PS:  If you meant, "Where should you post it?"   Just post it in the "Pork" section.


----------



## venture (Jun 19, 2011)

Bear is right on.  3-2-1 is just a starting point and many people modify that to get the result they want.  Many never do foil.  It is all a matter of preference, but the 3-2-1 is a good starting point for those who have never done the deal.

Good luck and good smoking.


----------



## scarbelly (Jun 19, 2011)

Venture said:


> Bear is right on.  3-2-1 is just a starting point and many people modify that to get the result they want.  Many never do foil.  It is all a matter of preference, but the 3-2-1 is a good starting point for those who have never done the deal.
> 
> Good luck and good smoking.


Absolutely spot on from both of you


----------



## pineywoods (Jun 19, 2011)

The ribs look great!!

Here's the link to the info you asked about kinda late but...

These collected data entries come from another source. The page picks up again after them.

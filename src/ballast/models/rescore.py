"""Second opinions on mined negatives: a model that rates (query, passage) pairs on 0..1.

- ``cross-encoder``: a sentence-transformers CrossEncoder folder with one output; the score is
  its relevance probability (sigmoid of the logit).
- ``query-likelihood``: a local causal language model; the score is the query's per-token
  probability given the passage, ``exp(mean log p(query token | passage, earlier tokens))``
  (unsupervised passage re-ranking by query likelihood, Sachan et al. 2022). It needs no
  relevance labels, so it works where no cross-encoder exists.

Both load from local files only, with no remote code; weights must be safetensors (or, for a
language model, one GGUF file, which holds tensors and no code, or ``packaged:gemma-3-270m``,
the Gemma-3-270M that synth.llm uses, under the Gemma Terms of Use).
"""

from __future__ import annotations

import time
from collections.abc import Sequence
from dataclasses import dataclass, field
from pathlib import Path
from typing import Any, Protocol

import numpy as np

from ballast.core.errors import InputError
from ballast.core.progress import SILENT, Progress
from ballast.models.language import load_language_model

KINDS = ("cross-encoder", "query-likelihood")

# UPR (Sachan et al. 2022) scores the question after an instruction that follows the passage;
# a base model needs no chat template, so the instruction is one plain line.
QL_PREFIX = "Passage: "
QL_INSTRUCTION = "\nA question this passage answers:"


class Rescorer(Protocol):
    kind: str

    def score(
        self, pairs: Sequence[tuple[str, str]], progress: Progress = SILENT
    ) -> np.ndarray: ...


@dataclass
class Cost:
    """What a second opinion cost: model load time, pairs scored, time spent scoring."""

    kind: str
    load_seconds: float = 0.0
    pairs: int = 0
    seconds: float = 0.0
    calls: int = 0
    extra: dict[str, Any] = field(default_factory=dict)

    def to_dict(self) -> dict[str, Any]:
        rate = self.pairs / self.seconds if self.seconds > 0 else 0.0
        return {
            "kind": self.kind,
            "load_seconds": round(self.load_seconds, 3),
            "pairs_scored": self.pairs,
            "seconds": round(self.seconds, 3),
            "pairs_per_second": round(rate, 2),
        } | self.extra


class Timed:
    """A rescorer that adds each call's pairs and time to a ``Cost``."""

    def __init__(self, inner: Rescorer, cost: Cost) -> None:
        self.inner, self.cost = inner, cost
        self.kind = inner.kind

    def score(self, pairs: Sequence[tuple[str, str]], progress: Progress = SILENT) -> np.ndarray:
        t = time.perf_counter()
        out = self.inner.score(pairs, progress)
        self.cost.seconds += time.perf_counter() - t
        self.cost.pairs += len(pairs)
        self.cost.calls += 1
        return out


def _check_folder(path: Path, *, gguf_ok: bool) -> Path | None:
    """The GGUF file to load, or None for a safetensors folder (checked as models.py does)."""
    from ballast.models.loading import check_model_folder

    if not path.is_dir():
        raise InputError(
            "re-scorer model not found: expected a local folder (ballast never downloads models)",
            path=path,
        )
    ggufs = sorted(path.glob("*.gguf"))
    if gguf_ok and ggufs and not list(path.rglob("*.safetensors")):
        if len(ggufs) > 1:
            raise InputError(f"{len(ggufs)} .gguf files in the folder; keep exactly one", path=path)
        return ggufs[0]
    check_model_folder(path)
    return None


def locate_language_model(spec: str, progress: Progress = SILENT) -> tuple[Path, Path | None]:
    """(folder, GGUF file or None) for ``mine.rescorer_model`` with query likelihood: a
    folder, a ``.gguf`` file, or the packaged Gemma-3-270M (synth.llm's, same terms)."""
    from ballast.models.language import GEMMA_NOTICE, PACKAGED_LLM, packaged_gguf

    if spec == PACKAGED_LLM:
        progress.info(GEMMA_NOTICE)
        gguf = packaged_gguf()
        return gguf.parent, gguf
    path = Path(spec)
    if path.is_file() and path.suffix == ".gguf":
        return path.parent, path
    return path, _check_folder(path, gguf_ok=True)


class CrossEncoderRescorer:
    kind = "cross-encoder"

    def __init__(self, path: Path, *, max_length: int = 256, batch_size: int = 16) -> None:
        from ballast.models.loading import _offline

        _check_folder(path, gguf_ok=False)
        _offline()
        from sentence_transformers import CrossEncoder

        self.model = CrossEncoder(
            str(path),
            device="cpu",
            local_files_only=True,
            trust_remote_code=False,
            max_length=max_length,
            model_kwargs={"use_safetensors": True},
        )
        labels = getattr(self.model, "num_labels", 1)
        if labels != 1:
            raise InputError(
                f"the cross-encoder has {labels} outputs; a relevance re-scorer needs one",
                path=path,
            )
        self.batch_size = batch_size

    def score(self, pairs: Sequence[tuple[str, str]], progress: Progress = SILENT) -> np.ndarray:
        import torch

        out = []
        sig = torch.nn.Sigmoid()
        for s in range(0, len(pairs), self.batch_size):
            batch = [list(p) for p in pairs[s : s + self.batch_size]]
            got = self.model.predict(
                batch,
                batch_size=self.batch_size,
                activation_fn=sig,
                show_progress_bar=False,
                convert_to_numpy=True,
            )
            out.append(np.asarray(got, dtype=np.float64).reshape(-1))
            progress.step("re-scoring (cross-encoder)", min(s + self.batch_size, len(pairs)),
                          len(pairs))  # fmt: skip
        return np.concatenate(out) if out else np.zeros(0)


class QueryLikelihoodRescorer:
    kind = "query-likelihood"

    def __init__(
        self,
        spec: str | Path,
        *,
        max_passage_tokens: int = 256,
        max_query_tokens: int = 64,
        logits_budget: int = 64 * 2**20,
        progress: Progress = SILENT,
    ) -> None:
        import torch

        path, gguf = locate_language_model(str(spec), progress)
        self.tok, self.model, _ = load_language_model(
            path, gguf.name if gguf else None, field="mine.rescorer_model", dtype=torch.float32
        )
        self.max_passage_tokens = max_passage_tokens
        self.max_query_tokens = max_query_tokens
        self.logits_budget = logits_budget  # floats of logits held at once
        vocab = self.model.get_output_embeddings().weight.shape[0]
        self.vocab = int(vocab)
        pad = self.tok.pad_token_id
        if pad is None:
            pad = self.tok.eos_token_id if self.tok.eos_token_id is not None else 0
        self.pad = int(pad)

    def _ids(self, text: str) -> list[int]:
        return list(self.tok(text, add_special_tokens=False)["input_ids"])

    def _pair(self, query: str, passage: str) -> tuple[list[int], list[int]]:
        head = [] if self.tok.bos_token_id is None else [int(self.tok.bos_token_id)]
        prefix = (
            head
            + self._ids(QL_PREFIX)
            + self._ids(passage)[: self.max_passage_tokens]
            + self._ids(QL_INSTRUCTION)
        )
        q = self._ids(" " + query)[: self.max_query_tokens] or [self.pad]
        return prefix, q

    def score(self, pairs: Sequence[tuple[str, str]], progress: Progress = SILENT) -> np.ndarray:
        import torch

        encoded = [self._pair(q, p) for q, p in pairs]
        out = np.zeros(len(encoded))
        # longest first, so each batch pads little; the order does not change a score
        order = sorted(range(len(encoded)), key=lambda i: -sum(map(len, encoded[i])))
        done = 0
        with torch.inference_mode():
            while done < len(order):
                ahead = order[done : done + 64]
                keep = max(len(encoded[i][1]) for i in ahead) + 1
                bs = max(1, min(64, self.logits_budget // (keep * self.vocab)))
                rows = order[done : done + bs]
                keep = max(len(encoded[i][1]) for i in rows) + 1
                seqs = [encoded[i][0] + encoded[i][1] for i in rows]
                width = max(map(len, seqs))
                ids = torch.full((len(rows), width), self.pad, dtype=torch.long)
                mask = torch.zeros((len(rows), width), dtype=torch.long)
                for r, s in enumerate(seqs):  # left padding: every query ends at the last token
                    ids[r, width - len(s) :] = torch.tensor(s)
                    mask[r, width - len(s) :] = 1
                pos = (mask.cumsum(-1) - 1).clamp(min=0)
                logits = self.model(
                    input_ids=ids, attention_mask=mask, position_ids=pos, logits_to_keep=keep
                ).logits.float()  # positions width-keep .. width-1
                logp = torch.log_softmax(logits[:, :-1], dim=-1)  # predicts the last keep-1
                for r, i in enumerate(rows):
                    q = encoded[i][1]
                    tgt = torch.tensor(q)
                    lp = logp[r, logp.shape[1] - len(q) :].gather(1, tgt[:, None])
                    out[i] = float(torch.exp(lp.mean()))
                done += len(rows)
                progress.step("re-scoring (query likelihood)", done, len(order))
        return out


def load_rescorer(kind: str, spec: str | Path, progress: Progress = SILENT) -> Rescorer:
    """A re-scorer from ``mine.rescorer`` and ``mine.rescorer_model``."""
    if kind == "cross-encoder":
        return CrossEncoderRescorer(Path(spec))
    if kind == "query-likelihood":
        return QueryLikelihoodRescorer(spec, progress=progress)
    raise ValueError(f"unknown re-scorer {kind!r}; expected one of {', '.join(KINDS)}")
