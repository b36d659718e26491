"""Configuration: one frozen dataclass per stage (sections.py), loaded from TOML, overridden
with --set.

Every key is checked before any stage runs; an error names the key, the bad value and what is
allowed. Paths in a config file are relative to the folder of that file.
"""

from __future__ import annotations

import dataclasses
import difflib
import os
import tomllib
import typing
from dataclasses import dataclass, field
from pathlib import Path
from typing import Any

from ballast.config.sections import (
    EVAL_SPLITS,
    GATE_SPLITS,
    PACKAGED_BASE,
    SUPERIORITY_SPLITS,
    EvaluateConfig,
    ExportConfig,
    GateConfig,
    GuardConfig,
    IngestConfig,
    MineConfig,
    SplitConfig,
    SynthConfig,
    TeachConfig,
    TrainConfig,
    _fail,
    _range,
)
from ballast.core.errors import ConfigError


@dataclass(frozen=True)
class Config:
    name: str = "run"
    seed: int = 0
    run_dir: str = ""
    base_model: str = PACKAGED_BASE
    ingest: IngestConfig = field(default_factory=IngestConfig)
    synth: SynthConfig = field(default_factory=SynthConfig)
    split: SplitConfig = field(default_factory=SplitConfig)
    mine: MineConfig = field(default_factory=MineConfig)
    teach: TeachConfig = field(default_factory=TeachConfig)
    train: TrainConfig = field(default_factory=TrainConfig)
    evaluate: EvaluateConfig = field(default_factory=EvaluateConfig)
    guard: GuardConfig = field(default_factory=GuardConfig)
    gate: GateConfig = field(default_factory=GateConfig)
    export: ExportConfig = field(default_factory=ExportConfig)

    def __post_init__(self) -> None:
        if not self.name or not all(c.isalnum() or c in "._-" for c in self.name):
            _fail("name", self.name, "a non-empty name of letters, digits, '.', '_' or '-'")
        _range("seed", self.seed, 0, 2**32 - 1)
        self._resolve_auto_splits()
        for s in self.gate.splits:
            if s not in self.evaluate.splits:
                _fail(
                    "gate.splits",
                    s,
                    f"a split that evaluate.splits lists {list(self.evaluate.splits)}",
                )
        if "guard" in self.evaluate.splits and not self.guard.enabled:
            _fail(
                "evaluate.splits",
                "guard",
                "guard.queries, guard.qrels and guard.passages set when 'guard' is evaluated",
            )
        if "judge" in self.evaluate.splits and not self.synth.judge_generators:
            _fail(
                "evaluate.splits",
                "judge",
                "synth.judge_generators set when the 'judge' split is evaluated",
            )
        if self.teach.teacher != "none" and self.train.mode == "adapter":
            _fail("train.mode", "adapter", "'full' or 'lora' when teach.teacher is set")
        if self.teach.teacher != "none" and self.train.matryoshka_dims:
            _fail(
                "train.matryoshka_dims",
                list(self.train.matryoshka_dims),
                "[] when teach.teacher is set (the distillation losses are not nested)",
            )
        human = [s for s in self.evaluate.splits if s.startswith("human")]
        if human and not self.synth.questions:
            _fail(
                "evaluate.splits",
                human[0],
                "synth.questions set to a questions file when the 'human' split is evaluated",
            )

    def _resolve_auto_splits(self) -> None:
        """evaluate.splits = [] and gate.splits = [] mean "what the evidence allows": with
        real questions, the gate judges them on both sides (human must gain, human_heldout must
        not lose) and the synthetic test split is only reported."""
        real = ("human", "human_dev", "human_heldout") if self.synth.questions else ()
        judge = ("judge",) if self.synth.judge_generators else ()
        guard = ("guard",) if self.guard.enabled else ()
        if not self.evaluate.splits:
            ev = dataclasses.replace(self.evaluate, splits=("dev", "test", *judge, *real, *guard))
            object.__setattr__(self, "evaluate", ev)
        if not self.gate.splits:
            judged = ("human", "human_heldout") if real else judge or ("test",)
            gate = dataclasses.replace(self.gate, splits=(*judged, *guard))
            object.__setattr__(self, "gate", gate)
        if guard and "guard" not in self.evaluate.splits:  # a guard set that nothing reads
            _fail("evaluate.splits", list(self.evaluate.splits),
                  "a list with 'guard' in it, since guard.* is set (or [] to follow the "
                  "evidence)")  # fmt: skip

    def to_dict(self) -> dict[str, Any]:
        return _to_plain(dataclasses.asdict(self))

    @property
    def run_path(self) -> Path:
        return Path(self.run_dir or f"runs/{self.name}")


SECTIONS: dict[str, type] = {
    "ingest": IngestConfig,
    "synth": SynthConfig,
    "split": SplitConfig,
    "mine": MineConfig,
    "teach": TeachConfig,
    "train": TrainConfig,
    "evaluate": EvaluateConfig,
    "guard": GuardConfig,
    "gate": GateConfig,
    "export": ExportConfig,
}
PATH_KEYS = {
    ("guard", "queries"),
    ("guard", "qrels"),
    ("guard", "passages"),
    ("ingest", "docs"),
    ("synth", "questions"),
    ("synth", "prompts"),
    ("synth", "llm_model"),
    ("mine", "rescorer_model"),
    ("teach", "model"),
    ("", "run_dir"),
    ("", "base_model"),
    ("export", "dir"),
}


def _to_plain(obj: Any) -> Any:
    if isinstance(obj, dict):
        return {k: _to_plain(v) for k, v in obj.items()}
    if isinstance(obj, (list, tuple)):
        return [_to_plain(v) for v in obj]
    return obj


def _unknown(key: str, allowed: list[str]) -> ConfigError:
    close = difflib.get_close_matches(key.rsplit(".", 1)[-1], allowed, n=1)
    hint = f" (did you mean '{close[0]}'?)" if close else ""
    return ConfigError(f"no such key{hint}; allowed keys: {', '.join(allowed)}", key=key)


def _coerce(key: str, value: Any, tp: Any) -> Any:
    origin = typing.get_origin(tp)
    if origin is tuple:
        item = typing.get_args(tp)[0]
        kind = {int: "whole numbers", float: "numbers"}.get(item, "strings")
        accepted = (int, float) if item is float else item  # 0 and 1 are numbers too
        if not isinstance(value, (list, tuple)):
            _fail(key, value, f"a list of {kind}")
        if not all(isinstance(v, accepted) and not isinstance(v, bool) for v in value):
            _fail(key, value, f"a list of {kind}")
        return tuple(float(v) for v in value) if item is float else tuple(value)
    if tp is bool:
        if not isinstance(value, bool):
            _fail(key, value, "true or false")
        return value
    if tp == bool | str:  # a switch with an "auto" setting
        if not isinstance(value, bool) and value != "auto":
            _fail(key, value, 'true, false or "auto"')
        return value
    if tp is int:
        if isinstance(value, bool) or not isinstance(value, int):
            _fail(key, value, "an integer")
        return value
    if tp is float:
        if isinstance(value, bool) or not isinstance(value, (int, float)):
            _fail(key, value, "a number")
        return float(value)
    if tp is str:
        if not isinstance(value, str):
            _fail(key, value, "a string")
        return value
    raise AssertionError(f"unhandled config type {tp}")  # pragma: no cover - programming error


def _build(cls: type, data: dict[str, Any], prefix: str) -> Any:
    hints = typing.get_type_hints(cls)
    names = [f.name for f in dataclasses.fields(cls)]
    kwargs = {}
    for key, value in data.items():
        full = f"{prefix}{key}"
        if key not in names:
            raise _unknown(full, names)
        tp = hints[key]
        if isinstance(tp, type) and dataclasses.is_dataclass(tp):
            if not isinstance(value, dict):
                _fail(full, value, f"a table [{full}]")
            kwargs[key] = _build(tp, value, f"{full}.")
        else:
            kwargs[key] = _coerce(full, value, tp)
    return cls(**kwargs)


def _parse_override(item: str) -> tuple[list[str], Any]:
    if "=" not in item:
        raise ConfigError(f"--set {item!r}: expected KEY=VALUE, like train.epochs=2")
    key, raw = item.split("=", 1)
    key = key.strip()
    try:
        value = tomllib.loads(f"v = {raw}")["v"]
    except tomllib.TOMLDecodeError:
        value = raw
    return key.split("."), value


def _resolve_paths(data: dict[str, Any], base: Path) -> None:
    for section, key in PATH_KEYS:
        table = data.get(section, {}) if section else data
        if not isinstance(table, dict):
            continue
        value = table.get(key)
        if not isinstance(value, str) or not value or value.startswith("packaged:"):
            continue
        p = Path(value).expanduser()
        table[key] = os.path.normpath(p if p.is_absolute() else (base / p))


def load_config(
    path: str | Path | None = None, overrides: list[str] | tuple[str, ...] = ()
) -> Config:
    """Load a TOML config (or the defaults), apply ``KEY=VALUE`` overrides, validate."""
    data: dict[str, Any] = {}
    source = None
    if path is not None:
        path = Path(path)
        source = str(path)
        try:
            raw = path.read_bytes()
        except OSError as exc:
            raise ConfigError(f"cannot read config: {exc.strerror}", source=source) from None
        try:
            data = tomllib.loads(raw.decode("utf-8"))
        except UnicodeDecodeError:
            raise ConfigError("not valid UTF-8", source=source) from None
        except tomllib.TOMLDecodeError as exc:
            raise ConfigError(f"not valid TOML: {exc}", source=source) from None
        _resolve_paths(data, path.parent)
    return build_config(data, overrides, source=source, folder=path.parent if path else None)


def load_run_config(run_dir: str | Path, overrides: list[str] | tuple[str, ...] = ()) -> Config:
    """The config a run folder was made with (its ``config.json``), plus overrides."""
    import json

    p = Path(run_dir) / "config.json"
    try:
        data = json.loads(p.read_text("utf-8"))
    except FileNotFoundError:
        raise ConfigError(
            "no config.json here: give the config file, or a run folder that a stage has written",
            source=str(run_dir),
        ) from None
    except (ValueError, UnicodeDecodeError):
        raise ConfigError("config.json is damaged; give the config file", source=str(p)) from None
    data["run_dir"] = str(run_dir)
    return build_config(data, overrides, source=str(p))


def build_config(
    data: dict[str, Any],
    overrides: list[str] | tuple[str, ...] = (),
    *,
    source: str | None = None,
    folder: Path | None = None,
) -> Config:
    """A checked config from ``data`` and ``KEY=VALUE`` overrides. ``folder``: the config
    file's folder, where the run folder defaults to (``runs/<name>`` beside the file, as the
    template says; without a file, under the current directory)."""
    for item in overrides:
        parts, value = _parse_override(item)
        table = data
        for p in parts[:-1]:
            table = table.setdefault(p, {})
            if not isinstance(table, dict):
                raise ConfigError("is not a table", key=".".join(parts[:-1]))
        table[parts[-1]] = value
    if folder is not None and not data.get("run_dir") and isinstance(data.get("name", ""), str):
        data["run_dir"] = os.path.normpath(folder / "runs" / data.get("name", "run"))
    try:
        return _build(Config, data, "")
    except ConfigError as exc:
        if source and not exc.source:
            raise ConfigError(exc.detail, key=exc.key, source=source) from None
        raise


__all__ = [
    "EVAL_SPLITS",
    "GATE_SPLITS",
    "SUPERIORITY_SPLITS",
    "PACKAGED_BASE",
    "Config",
    "EvaluateConfig",
    "ExportConfig",
    "GateConfig",
    "GuardConfig",
    "IngestConfig",
    "MineConfig",
    "SplitConfig",
    "SynthConfig",
    "TeachConfig",
    "TrainConfig",
    "build_config",
    "load_config",
    "load_run_config",
]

http://wyntk.us/3-2-1-rib-method


----------



## chuckie (Jun 20, 2011)

I smoked ribs yesterday using the 3-2-1 method and after the last step they still were not ready so I wrapped them back up in foil, added more apple juice, stocked the fire up with apple wood and almost 3 hrs. latter the were falling off the bone ready.  All during cooking time the temp. was good ranging from 220-260.  I can't figure out why they took so long.  My plans are for the next smoking time for ribs is to smoke them 3hrs. open then wrap them in heave foil with apple juice, bump the temp. up to 250-300 and see what happens.  It's my opinion and I am very new at this, is that the entire smoking thing takes place in the first couple of hours, then you just try to get them done as fast as you can.

Chuckie


----------



## flash (Jun 20, 2011)

Chuckie said:


> I smoked ribs yesterday using the 3-2-1 method and after the last step they still were not ready so I wrapped them back up in foil, added more apple juice, stocked the fire up with apple wood and almost 3 hrs. latter the were falling off the bone ready.  All during cooking time the temp. was good ranging from 220-260.  I can't figure out why they took so long.  My plans are for the next smoking time for ribs is to smoke them 3hrs. open then wrap them in heave foil with apple juice, bump the temp. up to 250-300 and see what happens.  It's my opinion and I am very new at this, is that the entire smoking thing takes place in the first couple of hours, then you just try to get them done as fast as you can.
> 
> Chuckie


  Most of the reason you do not see 3-2-1 used in a competition is because they are considered too over done using that method. Hard to figure them not being done after those 2 hours in the foil?? Had they been frozen prior to smoking? Sure they were fully thawed?


----------



## SmokinAl (Jun 20, 2011)

Whatever method you used they sure look good!


----------



## Bearcarver (Jun 20, 2011)

Flash said:


> Most of the reason you do not see 3-2-1 used in a competition is because they are considered too over done using that method. Hard to figure them not being done after those 2 hours in the foil?? Had they been frozen prior to smoking? Sure they were fully thawed?




I gotta agree with Flash.  They should be plenty done withy 3-2-1. Maybe not fall off the bone, but plenty done. Maybe your thermometers are off?

Bear


----------